What drugs interact with prednisone and dexamethasone?
Prednisone
Prednisone interacts with many drugs, examples include:
- Prednisone may interact with estrogens and phenytoin (Dilantin). Estrogens may reduce the action of enzymes in the liver that break down (eliminate) the active form of prednisone, prednisolone. As a result, the levels of prednisolone in the body may increase and lead to more frequent side effects.
- Phenytoin increases the activity of enzymes in the liver that break down (eliminate) prednisone and thereby may reduce the effectiveness of prednisone. Thus, if phenytoin is being taken, an increased dose of prednisone may be required.
- The risk of hypokalemia (high potassium levels in the blood) increases when corticosteroids are combined with drugs that reduce potassium levels (for example, amphotericin B, diuretics), leading to serious side effects such as heart enlargement, heart arrhythmias and congestive heart failure.
- Corticosteroids may increase or decrease the response warfarin (Coumadin, Jantoven). Therefore, warfarin therapy should be monitored closely.
- The response to diabetes drugs may be reduced because prednisone increases blood glucose.
- Prednisone may increase the risk of tendon rupture in patients treated with fluoroquinolone type antibiotics. Examples of fluoroquinolones include ciprofloxacin (Cipro) and levofloxacin (Levaquin).
- The elderly are especially at risk and tendon rupture may occur during or after treatment with fluoroquinolones.
- Combining aspirin, ibuprofen (Motrin) or other nonsteroidal anti-inflammatory agents (NSAIDS) with corticosteroids increases the risk of stomach related side effects like ulcers.
- Barbiturates, carbamazepine, rifampin and other drugs that increase the activity of liver enzymes that breakdown prednisone may reduce blood levels of prednisone. Conversely, ketoconazole, itraconazole (Sporanox), ritonavir (Norvir), indinavir (Crixivan), macrolide antibiotics such as erythromycin, and other drugs that reduce the activity of liver enzymes that breakdown prednisone may increase blood levels of prednisone.
Dexamethasone
Corticosteroids may increase or decrease the effect of blood thinners, for example, warfarin (Coumadin). Blood clotting should be monitored and the dose of blood thinner adjusted in order to achieve the desired level of blood thinning when patients receiving blood thinners are begun on corticosteroids, including dexamethasone.
Phenobarbital, ephedrine, phenytoin (Dilantin), and rifampin (Rifadin, Rimactane) may increase the breakdown of corticosteroids by the liver, resulting in lower blood levels and reduced effects. Therefore, the dose of corticosteroid may need to be increased if treatment with any of these agents is begun.
Mifepristone may reduce the action of corticosteroids via unknown mechanisms. Dexamethasone may decrease blood levels of mifepristone. Mifepristone should not be combined with steroids.
Are prednisone and dexamethasone safe to use while pregnant or breastfeeding?
Prednisone
- Corticosteroids cross the placenta into the fetus. Compared to other corticosteroids, however, prednisone is less likely to cross the placenta. Chronic use of corticosteroids during the first trimester of pregnancy may cause cleft palate.
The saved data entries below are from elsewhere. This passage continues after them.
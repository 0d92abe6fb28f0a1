"""Start the P processes of a run and watch them.

`gloo`: P children of this process, rendezvous on 127.0.0.1 (loopback only,
unless `layout.address` says otherwise) at a free port. `mpi`: this tool re-runs
itself under the `mpiexec` of the mpich wheel. Either way every child runs
`python -m scaledrill.dist.rank RUN_DIR`, which reads RUN_DIR/config.yaml.

When one child fails the others are stopped within `grace_s` seconds instead of
waiting in a collective; the failing rank and its message are reported.
"""

import os
import shutil
import signal
import socket
import subprocess
import sys
import time
from pathlib import Path

from scaledrill.errors import CheckpointError, ConfigError, DataError, Interrupted, ReportedByRank, WorkerFailed

# A rank that stops on one of these exits with its status: the run fails for the same reason as it would locally.
RANK_STATUSES = {e.exit_code for e in (ConfigError, DataError, CheckpointError)}


def threads_per_proc(procs: int) -> int:
    """Threads each process may use so P processes never oversubscribe the cores."""
    return max(1, (os.cpu_count() or 1) // procs)


def free_port(address: str = "127.0.0.1") -> int:
    with socket.socket() as s:
        s.bind((address, 0))
        return s.getsockname()[1]


def find_mpiexec(given: str | None = None) -> str:
    if given:
        if not (Path(given).is_file() and os.access(given, os.X_OK)):
            raise ConfigError("layout.mpiexec", "must be the path of an executable mpiexec", given)
        return given
    beside = Path(sys.executable).parent / "mpiexec"
    found = str(beside) if beside.exists() else shutil.which("mpiexec")
    if not found:
        raise ConfigError("layout.backend", "mpi needs an `mpiexec`; install the mpich wheel (pip install mpich) or use gloo", "mpi")
    return found


def check_port(address: str, port: int | None) -> None:
    """A port the user chose must be free now, or the rendezvous would fail later and less clearly."""
    if port is None:
        return
    if not isinstance(port, int) or not 0 < port < 65536:
        raise ConfigError("layout.port", "must be a port number from 1 to 65535, or null for a free one", port)
    with socket.socket() as s:
        try:
            s.bind((address, port))
        except OSError as err:
            raise ConfigError("layout.port", f"port {port} on {address} is not free ({err.strerror}); choose another or null", port) from None


def check_backend_available(backend: str, mpiexec: str | None = None) -> None:
    """Fail before anything starts when the backend's library is missing."""
    if backend == "mpi":
        try:
            import mpi4py  # noqa: F401
        except ImportError:
            raise ConfigError("layout.backend", "mpi needs the mpi4py package (pip install mpi4py mpich)", backend) from None
        find_mpiexec(mpiexec)
    if backend == "gloo":
        import torch.distributed as dist

        if not dist.is_available() or not dist.is_gloo_available():
            raise ConfigError("layout.backend", "this torch build has no gloo support", backend)


def _worker_command(run_dir: Path, job: str | None) -> list[str]:
    return [sys.executable, "-m", "scaledrill.dist.rank", str(run_dir), *([job] if job else [])]


def error_file(run_dir: Path, rank: int) -> Path:
    return Path(run_dir) / f".rank{rank}.error"


def launch(run_dir: Path, backend: str, procs: int, address: str = "127.0.0.1", grace_s: float = 10.0,
           port: int | None = None, mpiexec: str | None = None, job: str | None = None) -> None:
    """Run the P processes (`python -m scaledrill.dist.rank RUN_DIR JOB`, JOB by default a training run) to completion; raise WorkerFailed naming the rank that failed."""
    env = dict(os.environ, SCALEDRILL_THREADS=str(threads_per_proc(procs)), PYTHONUNBUFFERED="1")
    if backend == "mpi":
        cmd = [find_mpiexec(mpiexec), "-n", str(procs), *_worker_command(run_dir, job)]
        children = {"mpiexec": subprocess.Popen(cmd, env=env)}
    else:
        port = port or free_port(address)
        children = {}
        for rank in range(procs):
            child_env = dict(env, MASTER_ADDR=address, MASTER_PORT=str(port), RANK=str(rank), LOCAL_RANK=str(rank), WORLD_SIZE=str(procs))
            children[rank] = subprocess.Popen(_worker_command(run_dir, job), env=child_env)
    _watch(children, run_dir, procs, grace_s)


def _failure_message(run_dir: Path, rank, code: int, procs: int) -> str:
    """The failing rank's own message, or how it died."""
    ranks = [rank] if isinstance(rank, int) else range(procs)  # under mpiexec any rank may have written
    for r in ranks:
        if error_file(run_dir, r).exists():
            return f"rank {r}: " * (not isinstance(rank, int)) + error_file(run_dir, r).read_text().strip()
    if code < 0:
        return f"the process was killed by signal {-code} ({signal.Signals(-code).name})"
    return f"the process exited with status {code}"


def error_file_written(run_dir: Path, rank, procs: int) -> bool:
    ranks = [rank] if isinstance(rank, int) else range(procs)
    return any(error_file(run_dir, r).exists() for r in ranks)


def _stop(children: dict, grace_s: float) -> None:
    deadline = time.monotonic() + grace_s
    for proc in children.values():
        if proc.poll() is None:
            proc.send_signal(signal.SIGTERM)
    for proc in children.values():
        try:
            proc.wait(max(0.1, deadline - time.monotonic()))
        except subprocess.TimeoutExpired:
            proc.kill()
            proc.wait()


def _watch(children: dict, run_dir: Path, procs: int, grace_s: float) -> None:
    try:
        while True:
            codes = {rank: proc.poll() for rank, proc in children.items()}
            failed = {rank: code for rank, code in codes.items() if code not in (None, 0)}
            if failed:
                rank, code = next(iter(failed.items()))  # the first to fail; the others follow it
                time.sleep(0.2)  # let the failing rank finish writing its message
                _stop(children, grace_s)
                message = _failure_message(run_dir, rank, code, procs)
                if code == Interrupted.exit_code:
                    raise Interrupted(message)
                if code in RANK_STATUSES and error_file_written(run_dir, rank, procs):
                    raise ReportedByRank(f"{message} (rank {rank}; the other processes were stopped)", code)
                if rank == "mpiexec":
                    raise WorkerFailed(f"an MPI rank failed ({message}); mpiexec's report above names it; the other ranks were stopped")
                raise WorkerFailed(f"rank {rank} failed: {message}; the other processes were stopped")
            if all(code == 0 for code in codes.values()):
                return
            time.sleep(0.05)
    except KeyboardInterrupt:
        _stop(children, grace_s)
        raise Interrupted("interrupted; the processes were stopped") from None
- Corticosteroids are secreted in breast milk and can cause side effects in the nursing infant. Prednisone is less likely than other corticosteroids to be secreted in breast milk, but it may still pose a risk to the infant.
Dexamethasone
- Use of dexamethasone in pregnant women has not been adequately studied. When corticosteroids are given systemically (orally, intramuscularly, or intravenously) to pregnant animals fetal abnormalities occurred.
- Dexamethasone has not been adequately evaluated in nursing mothers. Corticosteroids appear in breast milk and may cause side effects in infants.